Investigation of Metal-Organic Frameworks as Thin Films and Gels

Metal-organic frameworks (MOFs) are porous crystalline materials composed of inorganic metal clusters and organic linkers. The exceptionally high specific surface area and tunable porosity of MOFs make them excellent candidates for applications in catalysis, separation, sensing, and drug delivery. Most applications require the formation of MOF thin films and polymer-MOF composites. For instance, MOF thin films are required for implementing MOFs in catalysis and sensing applications. On the other hand, utilizing MOFs in separation and drug delivery requires the formation of polymer-MOF composites. Therefore, optimizing the synthesis conditions to prepare MOF thin films and polymer-MOF composites with desired properties is of great importance. This work identifies the existing knowledge gaps in the field of MOF thin films and polymer-MOF composites and addresses those issue.

In chapter 2, we discuss the formation of zirconium (Zr)-based anisotropic MOFs NU-901 and NU-1000 thin films with excellent stability and control over crystal orientation. We use a self-assembled monolayer (SAM) method to functionalize the substrate with carboxylic acid (–COOH) groups. We find that the presence of carboxylic acid groups facilitates the formation of NU-901 and NU-1000 crystals on the substrate during solvothermal synthesis, thus obtaining MOF thin films.

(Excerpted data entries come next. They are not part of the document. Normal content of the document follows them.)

"""A function known at a mesh's points: its values anywhere, and on spaces of another degree."""

from __future__ import annotations

from functools import cache

import numpy as np
import pytest
from numpy.typing import NDArray

from tests.truth._fields import meshed, piece
from wiresolve.describe.curves import circle
from wiresolve.fem.mesh import Mesh
from wiresolve.fem.meshing import Mesher, SizeField
from wiresolve.fem.nodal import NodalFunction
from wiresolve.fem.space import Space

Array = NDArray[np.float64]

RADIUS = 5.0


def quartic(x: Array, y: Array) -> Array:
    """A polynomial that straight quartic cells hold exactly."""
    return np.asarray(1.0 + 0.3 * x - 0.2 * y + 0.05 * x * y + 0.01 * x**3 - 0.002 * x**2 * y**2 + 0.001 * y**4)


def smooth(x: Array, y: Array) -> Array:
    """A smooth function that no cell holds exactly."""
    return np.asarray(np.cos(0.4 * x + 0.1) * np.exp(0.2 * y))


@cache
def meshes(size_nm: float) -> tuple[Mesh, Mesh]:
    """A disk in a ring, at degrees 4 and 6 over the same triangles."""
    pieces = [piece("layer 1", circle(RADIUS + 2), carriers=False), piece("core", circle(RADIUS))]
    with Mesher(pieces) as mesher:
        return mesher.mesh(SizeField(size_nm, (), turn_cells=24))


def inside(count: int, radius: float = RADIUS + 2) -> tuple[Array, Array]:
    """Points all over a disk."""
    random = np.random.default_rng(3)
    r, angle = radius * np.sqrt(random.uniform(0, 1, count)), random.uniform(0, 2 * np.pi, count)
    return r * np.cos(angle), r * np.sin(angle)


def test_quartics_are_exact_where_cells_are_straight() -> None:
    """Cells away from round edges are straight; curved ones hold polynomials in their own coordinates only."""
    mesh, _ = meshes(1.5)
    function = NodalFunction(mesh, quartic(*mesh.points.T))
    x, y = inside(400, 0.5 * RADIUS)
    assert function(x, y) == pytest.approx(quartic(x, y), rel=0, abs=1e-11)


def test_values_at_the_mesh_points_are_its_own() -> None:
    mesh, _ = meshes(1.5)
    values = np.random.default_rng(5).standard_normal(len(mesh.points))
    assert NodalFunction(mesh, values)(*mesh.points.T) == pytest.approx(values, rel=0, abs=1e-8)


def test_anywhere_it_converges_with_the_fifth_power() -> None:
    x, y = inside(300)
    errors, cells = [], []
    for size in (2.0, 0.5):
        mesh, _ = meshes(size)
        errors.append(np.abs(NodalFunction(mesh, smooth(*mesh.points.T))(x, y) - smooth(x, y)).max())
        cells.append(len(mesh.cells))
    finer = np.sqrt(cells[0] / cells[1])
    assert errors[0] < 1e-4
    assert errors[1] < errors[0] * finer**4.5


def test_shape_of_the_arguments_is_kept() -> None:
    mesh, _ = meshes(2.0)
    function = NodalFunction(mesh, quartic(*mesh.points.T))
    x, y = (part.reshape(2, 3, 5) for part in inside(30, 2.0))
    assert function(x, y).shape == (2, 3, 5)
    assert function(x, y)[1, 2, 3] == pytest.approx(float(function(x[1, 2, 3], y[1, 2, 3])), rel=1e-13)


def test_outside_it_is_what_it_is_at_the_edge() -> None:
    mesh, _ = meshes(1.0)
    function = NodalFunction(mesh, smooth(*mesh.points.T))
    angle = np.linspace(0, 2 * np.pi, 37)
    on, off = ((RADIUS + 2 + d) * np.array([np.cos(angle), np.sin(angle)]) for d in (0.0, 1e-4))
    assert function(*off) == pytest.approx(function(*on), abs=1e-3)


@pytest.mark.parametrize("whole", [False, True])
@pytest.mark.parametrize("fine", [False, True])
def test_on_spaces_of_degree_4_and_6_it_is_the_same_function(fine: bool, whole: bool) -> None:
    """Quadrature points and nodes of the carriers' cells and of all.

    Round edges are drawn to the degree of the mesh: those of degrees 4 and 6 are 1e-7 nm apart.
    """
    mesh = meshes(1.5)[0]
    space = Space(meshes(1.5)[int(fine)], whole=whole)
    function = NodalFunction(mesh, smooth(*mesh.points.T))
    at, close = space.quadrature_points, 1e-6 if fine else 1e-8
    assert function.on(space) == pytest.approx(function(at[..., 0], at[..., 1]), rel=0, abs=close)
    nodes = space.mesh.points[space.nodes]
    assert function.at_nodes(space) == pytest.approx(function(*nodes.T), rel=0, abs=close)


def test_at_its_own_nodes_it_has_its_own_values() -> None:
    mesh, _ = meshes(1.5)
    values = np.random.default_rng(7).standard_normal(len(mesh.points))
    space = Space(mesh)
    assert NodalFunction(mesh, values).at_nodes(space) == pytest.approx(values[space.nodes], rel=0, abs=1e-12)


def test_other_triangles_are_refused() -> None:
    mesh, _ = meshes(1.5)
    other = meshed([piece("core", circle(RADIUS))], 2.0)
    with pytest.raises(ValueError, match="other triangles"):
        NodalFunction(mesh, np.zeros(len(mesh.points))).on(Space(other))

Furthermore, the SAM method allows excellent adhesion of MOF crystals to the substrate as suggested by scotch tape stability test. We present a unique method to control the orientation of NU-901 and NU-1000 crystals on the substrate. We find that functionalizing the substrate with metal clusters promote crystal growth in the perpendicular direction as opposed to parallel orientation obtained for carboxylic acid functionalized substrate. We hypothesize that the presence of metal clusters on the substrate before MOF formation enhances nucleation density of MOF crystals, resulting in perpendicular growth of the MOF crystals. The method presented here to control the orientation of anisotropic MOF crystals has implications in catalysis, sensing, and separation.

While solvothermal method renders excellent MOF thin films, the method usually takes 24-72 h and is not easily scalable. In chapter 3, we present a solution shearing technique to fabricate large-area (~5 cm2) thin films of NU-901 within 15 minutes. We study the effect of solution shearing parameters (i.e., substrate temperature and linker concentration) in NU-901 thin film properties (i.e., film thickness, crystallinity, and surface coverage). We find the NU-901 crystallinity increases with increasing temperature, while decreases with increasing linker concentration. On the other hand, film thickness increases with increasing temperature and linker concentration. In all cases, high surface coverage (> 90%) of MOF thin films is achieved. To show the generalizability of the solution shearing technique, we fabricate MOF-525 films, a Zr-based MOF, using solution shearing. The metalated MOF-525 films show electrocatalytic reduction of CO2 to CO, which has implications in CO2 capture and utilization. The demonstration of MOF thin film formation using solution shearing can pave the way to roll-to-roll coating of MOF thin films at industrial scale.

In chapter 4, we discuss the formation of polymer-MOF composite gels and shed light on the effects of polymer-MOF interactions on the formation of MOF within the gel. We use a one-pot synthesis method, where metal clusters interact with linker and polymer to allow simultaneous formation of MOF and gel network. We find that polymers containing carboxylic acid groups either inhibit or disrupt MOF formation within the gel compared to MOF formed in the absence of polymer. On the other hand, polymers containing hydroxyl groups do not affect MOF formation within the gel. Surprisingly, using a polymer, which has minimal interactions with metal cluster also allows formation of gel network. This suggests an exciting possibility of polymer entrapment within MOF pores and this entrapment restricts the movement of polymer chains out of the MOF pores, thus rendering a gel structure. We show the formation of polymer-MOF composite gels with various MOFs and polymers with the aim to report the future design of these composite gels for therapeutic applications.